Throughout my research journey, the lack of representation is not the only obstacle I’ve faced. In general, there were a lot of logistical hurdles in the lab. For example, I am not physically able to perform benchwork and require lab assistants. I also have a service dog. When I first came to the NIH, service animals were new territory, so it took some time to figure out how to accommodate my service dog in the lab. An important skill I developed as a researcher with a disability is to advocate for myself. It’s a skill I still need to work on strengthening because it is so essential. For those considering the path of graduate school, know that the field of science needs diversity of perspective and people from all sorts of different backgrounds. Even if you don’t see someone who looks like you in an established research or clinical position, if you are passionate about science and/or medicine, I encourage you to go for it. Your background, interests, and perspective can give you a unique way of thinking about the science, and we need that breadth to successfully problem-solve together. As a future physician-scientist, I hope to not only contribute to innovation in therapeutics development, but I would also like to use my background and experiences to prioritize the needs of the patient community in clinical research in the form of more sensitive outcome measures and standards of care to help enhance their quality of life.
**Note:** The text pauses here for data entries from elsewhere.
TEST_CASE_TEMPLATE("fused dense steps give the tape's bits for any row count on every kernel path", T, float, double) {
    // The predictor runs a dense step with the relu and the linear bypass's
    // sum that follow it as one pass (specialise_steps, core/small_dense.hpp),
    // with a kernel chosen by shape: one to three rows, batches on the fused
    // paths, outputs fewer than a vector (transposed weights). Each must give
    // the tape's values to the last bit, whatever path gemm takes.
    const tenon::kernel_path before = tenon::active_kernel_path();
    tenon::random_engine rng(8);
    for (const auto& sizes : std::vector<std::vector<std::size_t>>{{8, 32, 32, 1}, {6, 16, 3}, {9, 40, 5}}) {
        for (const bool bypass : {true, false}) {
            auto net = tenon::make_mlp<T>(sizes, tenon::activation::relu, {tenon::init_scheme::glorot, tenon::init_distribution::uniform}, 9,
                                          tenon::activation::identity, bypass);
            for (auto* p : net.parameters())
                for (std::size_t k = 0; k < p->size(); ++k) p->value().data()[k] = static_cast<T>(rng.uniform(-1.0, 1.0));
            tenon::predictor<T> p(net, nullptr, {}, 64);
            for (const auto path : {tenon::kernel_path::portable, tenon::kernel_path::avx2, tenon::kernel_path::avx512, tenon::kernel_path::neon,
                                    tenon::kernel_path::blas}) {
                if (!tenon::kernel_path_available(path)) continue;
                tenon::set_kernel_path(path);
                for (const std::size_t rows : std::vector<std::size_t>{1, 3, 5, 8, 64}) {
                    CAPTURE(sizes[1]);
                    CAPTURE(bypass);
                    CAPTURE(tenon::kernel_path_name(path));
                    CAPTURE(rows);
                    tenon::matrix<T> x({rows, sizes[0]});
                    for (std::size_t k = 0; k < x.size(); ++k) x.data()[k] = rng.normal<T>();
                    const tenon::matrix<T> expected = tenon::network_outputs(net, x);
                    const auto out = p.predict_prepared(x.data(), rows);
                    REQUIRE(out.width == expected.shape()[1]);
                    std::size_t differing = 0;
                    for (std::size_t k = 0; k < expected.size(); ++k) differing += same_bits(out.values[k], expected.data()[k]) ? 0 : 1;
                    CHECK(differing == 0);
                }
            }
        }
    }
    tenon::set_kernel_path(before);
}

TEST_CASE("a layer the predictor does not know is refused at construction") {
    tenon::network<float> net;
    net.add(tenon::dense<float>(2, 2), "d");
    struct custom : tenon::layer<float> {
        tenon::var<float> forward(tenon::tape<float>&, tenon::var<float> x, tenon::run_mode) override { return x; }
        const char* kind() const noexcept override { return "custom"; }
        tenon::layer_record describe() const override { return this->base_record(); }
        std::size_t output_width(std::size_t w) const override { return w; }
    };
    net.add(std::make_unique<custom>(), "mine");
    CHECK_THROWS_WITH_AS(tenon::predictor<float>(net, nullptr, {}), doctest::Contains("'mine'"), tenon::error);
    try {
        tenon::predictor<float>(net, nullptr, {});
    } catch (const tenon::error& e) {
        CHECK(e.code() == "deploy.predictor.unsupported_layer");
    }
}

namespace {

// A host's own row type, described to tenon through row_fields.
struct pump_reading {
    double flow;
    double head;
    const char* fluid;
};

}  // namespace

template <>
struct tenon::row_fields<pump_reading> {
    static constexpr std::size_t count = 3;
    static const char* name(std::size_t field) { return field == 0 ? "flow" : field == 1 ? "head" : "fluid"; }
    static tenon::raw_value get(const pump_reading& r, std::size_t field) {
        if (field == 0) return tenon::raw_value::of_number(r.flow);
        if (field == 1) return tenon::raw_value::of_number(r.head);
        return r.fluid ? tenon::raw_value::of_text(r.fluid) : tenon::raw_value::none();
    }
};

TEST_CASE("named cells, ordered cells and typed rows give the same predictions") {
    trained<float> run(condition_plan());
    tenon::predictor<float> p(tenon::make_model_file(run.model, run.t, run.train, small_settings()));
    const std::vector<tenon::named_value> named = {{"fluid", "glycol"}, {"unused", "x"}, {"head", " 21.5 "}, {"flow", "64"}};
    const auto a = p.predict_named(named);
    std::vector<float> first(a.values, a.values + a.width);
    const std::string_view ordered[3] = {"64", "21.5", "glycol"};
    const auto b = p.predict_cells(ordered, 1);
    for (std::size_t k = 0; k < first.size(); ++k) CHECK(same_bits(b.values[k], first[k]));
    const auto binding = p.bind<pump_reading>();
    const pump_reading reading{64.0, 21.5, "glycol"};
    const auto c = p.predict_rows(binding, &reading, 1);
    for (std::size_t k = 0; k < first.size(); ++k) CHECK(same_bits(c.values[k], first[k]));
    float total = 0;
    for (float v : first) total += v;
    CHECK(total == doctest::Approx(1.0f));
    CHECK(c.flagged(0) == 0);
}

TEST_CASE("inputs outside the training range are flagged per cell") {
    trained<double> run(power_plan());
    tenon::predictor<double> p(tenon::make_model_file(run.model, run.t, run.train, small_settings()));
    const std::string_view rows[2][3] = {{"5", "60", "water"}, {"60", "20", "brine"}};  // flow below 20, head above 40
    const auto out = p.predict_cells(&rows[0][0], 2);
    CHECK(out.flag(0, 0) == tenon::range_flag::below);
    CHECK(out.flag(0, 1) == tenon::range_flag::above);
    CHECK(out.flag(0, 2) == tenon::range_flag::inside);
    CHECK(out.flagged(0) == 2);
    CHECK(out.flagged(1) == 0);
    // Regression values come back in the target's units (kW, roughly 0.3 .. 25 here).
    CHECK(out.at(1, 0) > 0.0);
    CHECK(out.at(1, 0) < 40.0);
}

TEST_CASE("bad raw rows give statuses without throwing, and the throwing calls raise their codes") {
    const auto t = pump_table(200, 8);
    tenon::plan preparation = condition_plan();
    tenon::feature_steps lenient;
    lenient.unseen = tenon::unseen_policy::other_slot;
    lenient.fill = tenon::fill_method::mode;
    preparation.set_steps("fluid", lenient);
    auto model = tenon::fit_model<float>(t, preparation, range(0, 160), range(160, 200), small_settings());
    tenon::predictor<float> p(tenon::make_model_file(model, t, range(0, 160), small_settings()), 4);
    tenon::prediction_view<float> out;

    const tenon::named_value no_head[] = {{"flow", "50"}, {"fluid", "water"}};
    auto s = p.try_predict_named(no_head, 2, out);
    CHECK(s.code == tenon::input_status::missing_column);
    CHECK(p.input_name(s.column) == "head");
    CHECK(std::string(s.code_text()) == "deploy.input.missing_column");

    const std::string_view missing_head[3] = {"50", "NA", "water"};
    CHECK(p.try_predict_cells(missing_head, 1, out).code == tenon::input_status::missing_value);
    const std::string_view text_flow[3] = {"fast", "20", "water"};
    CHECK(p.try_predict_cells(text_flow, 1, out).code == tenon::input_status::not_numeric);
    const std::string_view inf_flow[3] = {"inf", "20", "water"};
    CHECK(p.try_predict_cells(inf_flow, 1, out).code == tenon::input_status::not_numeric);

    // Unseen fluid: the column's policy maps it to the 'other' slot and the cell is flagged.
    const std::string_view oil[3] = {"50", "20", "oil"};
    REQUIRE(p.try_predict_cells(oil, 1, out).ok());
    CHECK(out.flag(0, 2) == tenon::range_flag::unseen_category);
    // A missing fluid is filled with the most frequent one.
    const std::string_view no_fluid[3] = {"50", "20", ""};
    CHECK(p.try_predict_cells(no_fluid, 1, out).ok());

    const pump_reading nan_flow{std::numeric_limits<double>::quiet_NaN(), 20.0, "water"};
    const auto binding = p.bind<pump_reading>();
    s = p.try_predict_rows(binding, &nan_flow, 1, out);
    CHECK(s.code == tenon::input_status::non_finite);

    std::vector<float> features(5 * p.feature_count(), 0.0f);
    CHECK(p.try_predict_prepared(features.data(), 5, out).code == tenon::input_status::shape);  // capacity 4
    features[1] = std::numeric_limits<float>::infinity();
    s = p.try_predict_prepared(features.data(), 1, out);
    CHECK(s.code == tenon::input_status::non_finite);
    CHECK(s.column == 1);
    // Several rows: the first value that is not finite, in row order, is the one reported.
    const std::size_t f = p.feature_count();
    std::fill(features.begin(), features.end(), 0.5f);
    features[3 * f] = std::numeric_limits<float>::infinity();
    features[2 * f + f - 1] = std::numeric_limits<float>::quiet_NaN();
    s = p.try_predict_prepared(features.data(), 4, out);
    CHECK(s.code == tenon::input_status::non_finite);
    CHECK(s.row == 2);
    CHECK(s.column == f - 1);
    features[3 * f] = -std::numeric_limits<float>::infinity();
    CHECK(p.try_predict_prepared(features.data(), 2, out).ok());  // the bad values lie in rows 2 and 3
    s = p.try_predict_prepared(features.data() + 3 * f, 1, out);
    CHECK(s.code == tenon::input_status::non_finite);
    CHECK(s.row == 0);
    CHECK(s.column == 0);

    const auto code_of = [&](auto&& call) {
        try {
            call();
        } catch (const tenon::error& e) {
            return e.code();
        }
        return std::string("no error");
    };
    CHECK(code_of([&] { p.predict_named(no_head, 2); }) == "deploy.input.missing_column");
    CHECK(code_of([&] { p.predict_cells(missing_head, 1); }) == "deploy.input.missing_value");
    CHECK(code_of([&] { p.predict_cells(text_flow, 1); }) == "deploy.input.not_numeric");
    CHECK(code_of([&] { p.predict_rows(binding, &nan_flow, 1); }) == "deploy.input.non_finite");
    CHECK(code_of([&] { p.predict_prepared(features.data(), 5); }) == "deploy.input.shape");
    CHECK_THROWS_WITH_AS(p.predict_named(no_head, 2), doctest::Contains("column 'head'"), tenon::error);

    // The strict steps of condition_plan() refuse an unseen category.
    trained<float> strict_run(condition_plan());
    tenon::predictor<float> strict(strict_run.model);
    CHECK(strict.try_predict_cells(oil, 1, out).code == tenon::input_status::unseen_category);
    CHECK(code_of([&] { strict.predict_cells(oil, 1); }) == "deploy.input.unseen_category");
}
Nucleic acid therapeutics allow sequence-based targeting of genes. They can be used to increase the expression and function of disease genes or to decrease the expression of toxic gene products. One disease amenable to this treatment approach is spinal muscular atrophy (SMA). SMA is a neuromuscular disorder caused by loss of function mutations in the survival motor neuron 1 gene (SMN1). All patients have at least one copy of a paralog, SMN2, but a C-to-T transition in this gene results in exon 7 skipping in most transcripts. As a result, only 10 to 20 percent of SMN2 transcripts encode the fully functional SMN protein. Increasing the total pool of SMN2 transcripts and increasing the translational efficiency of these transcripts are strategies to increase SMN levels. The 5’ untranslated region (5’UTR) of messenger RNAs (mRNAs) regulates the transport, stability, and translational efficiency of transcripts. We identified antisense oligonucleotides targeting the 5’UTR of SMN2 that increase SMN2 mRNA and protein levels in patient cells by stabilizing SMN2 mRNA.
In future research, I plan to continue investigating the use of nucleic acid therapeutics for the treatment of rare diseases.